Records from a collection:
◇ ◇ ◇

import { inArray, type SQL, sql } from 'drizzle-orm'
import { crags } from '~/db/schema/crags'
import type { Viewer } from '~/people/viewer'

/**
 * The condition on `crags` that every list, count, tile, search, feed, photo and export of this viewer carries:
 * open crags for everybody, others for members of the organisations that look after them.
 */
export function visibleCrags(viewer: Viewer): SQL {
  const open = sql`${crags.sensitive} = 'open'`
  const mine = viewer.memberships.map(membership => membership.organisationId)
  if (mine.length === 0) return open
  return sql`(${open} or exists (select 1 from crag_organisations held where held.crag_id = ${crags.id} and ${inArray(sql`held.organisation_id`, mine)}))`
}
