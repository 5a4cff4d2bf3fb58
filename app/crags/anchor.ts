/** Kinds of fixed point: one placement each, shared by the climbs that pass it. */
export const anchorKinds = [
  'bolt',
  'lower_off',
  'stance',
  'abseil_station',
  'thread',
  'peg',
  'belay_stake',
] as const
export type AnchorKind = (typeof anchorKinds)[number]

export const anchorKindWords: Record<AnchorKind, string> = {
  bolt: 'Bolt',
  lower_off: 'Lower-off',
  stance: 'Stance',
  abseil_station: 'Abseil station',
  thread: 'Thread',
  peg: 'Peg',
  belay_stake: 'Belay stake',
}

/** A fixed point's life: out of use is nut or hanger off, removed is mended away, stolen or disputed. */
export const anchorLives = ['in_place', 'out_of_use', 'removed', 'replaced'] as const

/** What lies below a position on a climb. */
export const grounds = ['ground', 'ledge', 'stance', 'sea', 'air'] as const
export type Below = (typeof grounds)[number]

/** How a fixed point is called on one climb: bolts are numbered from the ground, a single other one is not. */
export function formatPosition(kind: AnchorKind, ordinal: number): string {
  return kind === 'bolt' ? `Bolt ${ordinal}` : anchorKindWords[kind]
}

◇ ◇ ◇

=== Problem ===
Your answer must consist only of the lines from the one with "export const anchorKinds" through the final line of the entries, each retyped exactly.

=== Solved problem ===
export const anchorKinds = [
  'bolt',
  'lower_off',
  'stance',
  'abseil_station',
  'thread',
  'peg',
  'belay_stake',
] as const
export type AnchorKind = (typeof anchorKinds)[number]

export const anchorKindWords: Record<AnchorKind, string> = {
  bolt: 'Bolt',
  lower_off: 'Lower-off',
  stance: 'Stance',
  abseil_station: 'Abseil station',
  thread: 'Thread',
  peg: 'Peg',
  belay_stake: 'Belay stake',
}

/** A fixed point's life: out of use is nut or hanger off, removed is mended away, stolen or disputed. */
export const anchorLives = ['in_place', 'out_of_use', 'removed', 'replaced'] as const

/** What lies below a position on a climb. */
export const grounds = ['ground', 'ledge', 'stance', 'sea', 'air'] as const
export type Below = (typeof grounds)[number]

/** How a fixed point is called on one climb: bolts are numbered from the ground, a single other one is not. */
export function formatPosition(kind: AnchorKind, ordinal: number): string {
  return kind === 'bolt' ? `Bolt ${ordinal}` : anchorKindWords[kind]
}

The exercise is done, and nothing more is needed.